# DIY Headphone/Speakers Amp



## NaamanF (Jan 18, 2006)

Being that I am in Iraq and thousands of miles away from my car I have been spending a lot of time with my headphones. Being the DIY type I have been building a lot of different amps/DACs. Here is my latest project.


----------



## dlechner (Aug 31, 2006)

Damn Firewall! Can't see the pics!


----------



## speakerboy (Oct 2, 2007)

Wow. Was this a kit, plans or from scratch ? I wish I had the testicular fortitude to tackle something like this.


----------



## NaamanF (Jan 18, 2006)

speakerboy said:


> Wow. Was this a kit, plans or from scratch ? I wish I had the testicular fortitude to tackle something like this.


It's kind of a from scratch/plans. I purchased the bare PCBs for the amp/power supply. All the rest I did from scratch. All the parts came from maybe a dozen different suppliers. I even went as far as to design my own I/O board for it.

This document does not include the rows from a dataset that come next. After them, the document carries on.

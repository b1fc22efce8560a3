// @vitest-environment happy-dom
import fs from 'node:fs';
import path from 'node:path';
import { afterEach, describe, expect, it } from 'vitest';
import { cleanup, render, screen } from '@testing-library/react';
import { TakeoffPanel } from '../../src/editor/ui/takeoff-panel';
import { planSchema } from '../../shared/plan/plan-schema';
import { computeTakeoff } from '../../shared/takeoff/compute-takeoff';
import { parseProductCatalogue } from '../../shared/takeoff/products';

const examples = path.join(__dirname, '..', '..', 'examples');
const plan = planSchema.parse(JSON.parse(fs.readFileSync(path.join(examples, 'rectangle.json'), 'utf8')));
const products = parseProductCatalogue(JSON.parse(fs.readFileSync(path.join(examples, 'products.json'), 'utf8')));
const runWith = (fuelPriceMinorPerKwh: number) => ({
  takeoff: computeTakeoff(plan, { products, settings: { fuelPriceMinorPerKwh } }),
  errors: [],
  warnings: [],
  elapsedMs: 1,
});

afterEach(cleanup);

describe('takeoff panel saving row', () => {
  it('shows the yearly saving in kWh and money when a fuel price is known', () => {
    render(<TakeoffPanel run={runWith(7)} units="metric" />);
    expect(screen.getByTestId('saving').textContent).toMatch(/^\d+ kWh · £/);
  });

  it('shows kWh only to a viewer given no fuel price (installers), never a £0 saving', () => {
    render(<TakeoffPanel run={runWith(0)} units="metric" />);
    expect(screen.getByTestId('saving').textContent).toMatch(/^\d+ kWh$/);
  });
});

describe('takeoff panel heat-loss figures', () => {
  it('shows the existing condition, the whole-ceiling U beside the insulated-area U, and the RdSAP default, each named', () => {
    const run = runWith(7);
    render(<TakeoffPanel run={run} units="metric" />);
    const t = run.takeoff;
    expect(screen.getByTestId('existing-condition-row').textContent).toBe('100 mm good');
    expect(screen.getByTestId('u-whole').textContent).toBe(`${t.uValueBeforeWholeCeiling.toFixed(2)} → ${t.uValueAfterWholeCeiling.toFixed(2)}`);
    expect(screen.getByTestId('u-insulated').textContent).toBe(`${t.uValueBefore.toFixed(2)} → ${t.uValueAfter.toFixed(2)}`);
    // RdSAP 2012 Table S9: 100 mm → 0.40, 270 mm → 0.16.
    expect(screen.getByTestId('u-rdsap').textContent).toBe('0.40 → 0.16');
    expect(screen.getByText('U whole ceiling')).toBeTruthy();
    expect(screen.getByText('RdSAP default (Table S9)')).toBeTruthy();
  });

  it('names what a U-value target is judged on, and a poor condition with what still counts', () => {
    const p = planSchema.parse({ ...plan, existing: { depthMm: 200, condition: 'patchy' }, target: { uValue: 0.18 } });
    render(<TakeoffPanel run={{ takeoff: computeTakeoff(p, { products }), errors: [], warnings: [], elapsedMs: 1 }} units="metric" />);
    expect(screen.getByTestId('existing-condition-row').textContent).toBe('200 mm patchy, counts as 100 mm');
    expect(screen.getByTestId('target-row').textContent).toMatch(/^U 0\.18 (met|not met), judged on the whole ceiling$/);
  });
});

describe('takeoff panel strips and cut list', () => {
  it('shows strip sizes as count × length × width and a cut list per roll with what is left', () => {
    const run = runWith(7);
    render(<TakeoffPanel run={run} units="metric" />);
    const layer = run.takeoff.layers[0];
    const sizes = screen.getByTestId(`strip-sizes-${layer.role}-${layer.roleIndex}`).textContent!;
    for (const s of layer.strips) expect(sizes).toContain(`${s.lengthMm} × ${s.widthMm}`);
    const rp = run.takeoff.rollPlan[0];
    const list = screen.getByTestId(`cut-list-${rp.productId}`).textContent!;
    expect(list).toContain(`${rp.rolls} rolls`);
    for (const l of rp.lanes) expect(list).toContain(`Roll ${l.roll}`);
    expect(list).toContain(rp.lanes[0].cuts[0].label);
  });
});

This is actually one of four that I am building. One for myself and three for other headphone addicts. 

As I headphone amp it sounds phenomenal. Probably one of the best if not the best solid state designs available. 

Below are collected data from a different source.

export function createPaymentsService(deps: AppDeps) {
  const ctx = paymentsContext(deps);
  const sequelize = deps.sequelize;

  async function settingsOf(organisationId: string): Promise<PaymentSettings> {
    const row = await PaymentSetting.findByPk(organisationId);
    const company = await loadCompanySettings(organisationId);
    return {
      depositMode: row?.depositMode ?? 'none',
      depositPercentBp: row?.depositPercentBp ?? null,
      depositFixedMinor: row?.depositFixedMinor ?? null,
      paymentTermsDays: row?.paymentTermsDays ?? 14,
      currency: company.currency,
    };
  }

  async function depositDue(quote: Quote): Promise<number> {
    const s = await settingsOf(quote.organisationId);
    return depositFor(await quoteGrossMinor(quote), s.depositMode, s.depositPercentBp, s.depositFixedMinor);
  }

  /** Open a Checkout Session for a payment row and store its id and url. */
  async function openCheckout(p: Payment, description: string, reference: string, customerEmail: string | null): Promise<string> {
    if (!ctx.gateway) throw new PaymentsOffError();
    const session = await ctx.gateway.createCheckout({
      amountMinor: p.amountMinor,
      currency: p.currency,
      description,
      reference,
      metadata: {
        paymentId: p.id,
        purpose: p.purpose,
        organisationId: p.organisationId,
        ...(p.quoteId ? { quoteId: p.quoteId } : {}),
        ...(p.invoiceId ? { invoiceId: p.invoiceId } : {}),
      },
      successUrl: `${ctx.appUrl}/pay/done/${p.token}`,
      cancelUrl: `${ctx.appUrl}/pay/cancelled/${p.token}`,
      customerEmail,
      idempotencyKey: `quiltline-payment-${p.id}`,
    });
    if (!session.url) throw new BadRequestError('the payment service returned no checkout page');
    await p.update({ checkoutSessionId: session.id, checkoutUrl: session.url });
    return session.url;
  }

  /** Expire older open sessions of the same thing, so an old tab cannot take a second payment. */
  async function expireOpen(where: { quoteId?: string; invoiceId?: string; purpose: 'deposit' | 'balance' }) {
    const open = await Payment.findAll({ where: { ...where, status: 'open' } });
    for (const p of open) {
      if (p.checkoutSessionId && ctx.gateway) {
        try {
          await ctx.gateway.expireCheckout(p.checkoutSessionId);
        } catch {
          // Already completed or expired at the service: the webhook decides; leave the row as it is.
          continue;
        }
      }
      await p.update({ status: 'expired' });
    }
  }

  async function customerEmailOfJob(jobId: string): Promise<string | null> {
    const job = await Job.findByPk(jobId, { include: ['customer'] });
    return job?.customer?.email || null;
  }

  const service = {
    settingsOf,

    async updateSettings(organisationId: string, body: PaymentSettingsBody): Promise<PaymentSettings> {
      await PaymentSetting.upsert({
        organisationId,
        depositMode: body.depositMode,
        depositPercentBp: body.depositMode === 'percent' ? (body.depositPercentBp ?? null) : null,
        depositFixedMinor: body.depositMode === 'fixed' ? (body.depositFixedMinor ?? null) : null,
        paymentTermsDays: body.paymentTermsDays,
      });
      return settingsOf(organisationId);
    },

    provider: ctx.provider,

    /** The deposit state of one of the company's quotes (another company's id → 404). */
    async depositStatus(organisationId: string, quoteId: string): Promise<DepositStatus> {
      const quote = await Quote.findOne({ where: { id: quoteId, organisationId } });
      if (!quote) throw new NotFoundError('quote');
      return service.depositStatusOf(quote);
    },

    async depositStatusOf(quote: Quote): Promise<DepositStatus> {
      const payments = await Payment.findAll({ where: { quoteId: quote.id, purpose: 'deposit' }, order: [['createdAt', 'ASC']] });
      const paid = payments.find((p) => p.status === 'paid');
      if (paid)
        return {
          quoteId: quote.id,
          state: 'paid',
          amountMinor: paid.amountMinor,
          currency: paid.currency,
          paidAt: paid.paidAt?.toISOString() ?? null,
          attempts: payments.length,
        };
      const amount = await depositDue(quote);
      return { quoteId: quote.id, state: amount > 0 ? 'due' : 'none', amountMinor: amount, currency: quote.currency, paidAt: null, attempts: payments.length };
    },

    /**
     * Start paying the deposit of an accepted quote: a new Checkout Session for the amount due.
     * Returns the hosted checkout's url, or null when nothing is due (none asked, or already paid).
     */
    async startDeposit(quote: Quote): Promise<string | null> {
      if (quote.status !== 'accepted') throw new ConflictError('the deposit is taken once the quote is accepted', 'quote_not_accepted');
      const status = await service.depositStatusOf(quote);
      if (status.state !== 'due') return null;
      if (!ctx.gateway) throw new PaymentsOffError();
      await expireOpen({ quoteId: quote.id, purpose: 'deposit' });
      const p = await Payment.create({
        organisationId: quote.organisationId,
        jobId: quote.jobId,
        quoteId: quote.id,
        invoiceId: null,
        purpose: 'deposit',
        amountMinor: status.amountMinor,
        currency: quote.currency,
        token: newToken(),
        checkoutSessionId: null,
        checkoutUrl: null,
      });
      return openCheckout(p, `Deposit for quote ${quote.number}`, quote.number, await customerEmailOfJob(quote.jobId));
    },

    /** Start paying an invoice's balance; null when nothing is left to pay. */
    async startBalance(invoice: Invoice, balanceMinor: number): Promise<string | null> {
      if (invoice.kind !== 'invoice' || invoice.status === 'paid' || balanceMinor <= 0) return null;
      if (!ctx.gateway) throw new PaymentsOffError();
      await expireOpen({ invoiceId: invoice.id, purpose: 'balance' });
      const p = await Payment.create({
        organisationId: invoice.organisationId,
        jobId: invoice.jobId,
        quoteId: invoice.quoteId,
        invoiceId: invoice.id,
        purpose: 'balance',
        amountMinor: balanceMinor,
        currency: invoice.currency,
        token: newToken(),
        checkoutSessionId: null,
        checkoutUrl: null,
      });
      return openCheckout(p, `Invoice ${invoice.number}`, invoice.number, invoice.customerEmail || null);
    },

    async paymentByToken(token: string): Promise<Payment> {
      const p = typeof token === 'string' && token.length <= 64 ? await Payment.findOne({ where: { token } }) : null;
      if (!p) throw new NotFoundError('payment');
      return p;
    },

    /**
     * Verify and apply one webhook delivery. Throws BadRequestError (→ 400) when the signature is
     * missing, wrong or stale — nothing is read or changed then. Each event id is applied once.
     */
    async handleWebhook(rawBody: Buffer, signature: string | undefined): Promise<{ duplicate: boolean; handled: boolean }> {
      if (!ctx.gateway) throw new PaymentsOffError();
      let event;
      try {
        event = ctx.gateway.verifyWebhook(rawBody, signature);
      } catch (e) {
        throw new BadRequestError(`webhook signature check failed: ${e instanceof Error ? e.message : 'invalid'}`, 'bad_signature');
      }
      const after: Array<() => Promise<void>> = [];
      const result = await sequelize.transaction(async (t) => {
        const inserted = await sequelize.query<{ event_id: string }>(
          'INSERT INTO payment_events (event_id, type, created_at) VALUES (:id, :type, now()) ON CONFLICT (event_id) DO NOTHING RETURNING event_id',
          { replacements: { id: event.id, type: event.type }, type: QueryTypes.SELECT, transaction: t },
        );
        if (inserted.length === 0) return { duplicate: true, handled: false };
        const session = event.data.object as { id?: string; payment_status?: string; amount_total?: number; currency?: string; payment_intent?: string | null };
        if (!session.id || !event.type.startsWith('checkout.session.')) return { duplicate: false, handled: false };
        const p = await Payment.findOne({ where: { checkoutSessionId: session.id }, transaction: t, lock: t.LOCK.UPDATE });
        if (!p) return { duplicate: false, handled: false };
        await sequelize.query('UPDATE payment_events SET organisation_id = :org, payment_id = :pid WHERE event_id = :id', {
          replacements: { org: p.organisationId, pid: p.id, id: event.id },
          transaction: t,
        });
        if (event.type === 'checkout.session.expired') {
          if (p.status === 'open') await p.update({ status: 'expired' }, { transaction: t });
          return { duplicate: false, handled: true };
        }
        if (!PAID_EVENTS.has(event.type) || session.payment_status !== 'paid' || p.status === 'paid') return { duplicate: false, handled: false };
        if (session.amount_total !== p.amountMinor || (session.currency ?? '').toLowerCase() !== p.currency.toLowerCase()) {
          // Never count money we did not ask for; the office sees it and sorts it out by hand.
          await recordJobEvent(
            p,
            'payment_mismatch',
            { paymentId: p.id, expectedMinor: p.amountMinor, receivedMinor: session.amount_total ?? null, currency: session.currency ?? null },
            t,
          );
          after.push(() =>
            mailOffice(
              deps.mailer,
              p.organisationId,
              'Payment received with an unexpected amount',
              `A card payment for ${p.purpose} arrived for ${session.amount_total} ${session.currency} but ${p.amountMinor} ${p.currency} was asked. Check it in the payment service's dashboard.`,
            ),
          );
          return { duplicate: false, handled: true };
        }
        const paidAt = new Date();
        await p.update({ status: 'paid', paidAt, paymentIntentId: session.payment_intent ?? null }, { transaction: t });
        await applyPaid(p, paidAt, t, after);
        return { duplicate: false, handled: true };
      });
      for (const job of after) {
        try {
          await job();
        } catch (e) {
          console.error('payments: follow-up after webhook failed:', e instanceof Error ? e.message : e);
        }
      }
      return result;
    },

    /** The money events of a job, oldest first. */
    async timeline(organisationId: string, jobId: string): Promise<PaymentTimelineEntry[]> {
      if (!(await Job.findOne({ where: { id: jobId, organisationId }, attributes: ['id'] }))) throw new NotFoundError('job');
      const events = await JobEvent.findAll({
        where: { organisationId, jobId, kind: { [Op.in]: ['deposit_paid', 'invoice_issued', 'invoice_paid', 'credit_note_issued', 'payment_refunded'] } },
        order: [['createdAt', 'ASC']],
      });
      const kindMap: Record<string, PaymentTimelineEntry['kind']> = {
        deposit_paid: 'deposit-paid',
        invoice_issued: 'invoice-issued',
        invoice_paid: 'invoice-paid',
        credit_note_issued: 'credit-note-issued',
        payment_refunded: 'refund',
      };
      return events.map((e) => {
        // `paymentText` (not `text`): price-like keys are stripped for installers (server/lib/redact.ts).
        const d = e.data as { amountMinor?: number; currency?: string; paymentText?: string };
        return {
          at: e.createdAt.toISOString(),
          kind: kindMap[e.kind],
          text: d.paymentText ?? e.kind,
          amountMinor: d.amountMinor ?? 0,
          currency: d.currency ?? 'GBP',
        };
      });
    },
  };

  async function recordJobEvent(p: Payment, kind: string, data: Record<string, unknown>, t: Transaction) {
    await JobEvent.create({ organisationId: p.organisationId, jobId: p.jobId, userId: null, kind, data } as never, { transaction: t });
  }

  async function applyPaid(p: Payment, paidAt: Date, t: Transaction, after: Array<() => Promise<void>>) {
    const money = formatMoney(p.amountMinor, p.currency);
    if (p.purpose === 'deposit') {
      const quote = p.quoteId ? await Quote.findByPk(p.quoteId, { transaction: t }) : null;
      const others = await Payment.count({ where: { quoteId: p.quoteId, purpose: 'deposit', status: 'paid', id: { [Op.ne]: p.id } }, transaction: t });
      if (others > 0) {
        // Paid twice (two tabs): give the second one back at once.
        await recordJobEvent(
          p,
          'payment_refunded',
          { paymentId: p.id, amountMinor: p.amountMinor, currency: p.currency, paymentText: `Second deposit payment of ${money} refunded` },
          t,
        );
        after.push(async () => {
          if (ctx.gateway && p.paymentIntentId) await ctx.gateway.refund(p.paymentIntentId, p.amountMinor, { reason: 'duplicate deposit', paymentId: p.id });
        });
        return;
      }
      const text = `Deposit of ${money} paid for quote ${quote?.number ?? ''}`.trim();
      await recordJobEvent(
        p,
        'deposit_paid',
        {
          paymentId: p.id,
          quoteId: p.quoteId,
          quoteNumber: quote?.number ?? null,
          amountMinor: p.amountMinor,
          currency: p.currency,
          paidAt: paidAt.toISOString(),
          paymentText: text,
        },
        t,
      );
      const job = await Job.findByPk(p.jobId, { include: ['customer'], transaction: t });
      after.push(() =>
        mailOffice(
          deps.mailer,
          p.organisationId,
          `Deposit paid: ${money} for quote ${quote?.number ?? ''}`,
          `${job?.customer?.name ?? 'The customer'} paid a deposit of ${money} for quote ${quote?.number ?? ''} (job ${job?.reference ?? ''}) on ${formatDate(paidAt)}.\n\nThe payment service's reference: ${p.paymentIntentId ?? p.checkoutSessionId}.`,
        ),
      );
      return;
    }
    if (p.invoiceId) {
      const inv = await Invoice.findByPk(p.invoiceId, { transaction: t, lock: t.LOCK.UPDATE });
      if (!inv) return;
      if (inv.status !== 'paid') await inv.update({ status: 'paid', paidAt }, { transaction: t });
      const text = `Invoice ${inv.number} paid: ${money}`;
      await recordJobEvent(
        p,
        'invoice_paid',
        {
          paymentId: p.id,
          invoiceId: inv.id,
          invoiceNumber: inv.number,
          amountMinor: p.amountMinor,
          currency: p.currency,
          paidAt: paidAt.toISOString(),
          paymentText: text,
        },
        t,
      );
      after.push(() =>
        mailOffice(
          deps.mailer,
          p.organisationId,
          `Invoice ${inv.number} paid: ${money}`,
          `${inv.customerName} paid the balance of invoice ${inv.number}, ${money}, on ${formatDate(paidAt)}.`,
        ),
      );
    }
  }

  return service;
}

But it can also be used as a pre-amp or a speaker amp pushing 50w max. I look forward to trying it with some efficient speakers when I get home. People that have heard it pushing speakers say that it sounds excellent.


----------



## drocpsu (May 3, 2005)

wow, those look awesome!  Great work.


----------



## dlechner (Aug 31, 2006)

You have outdone yourself homie! Can't wait to see it!


----------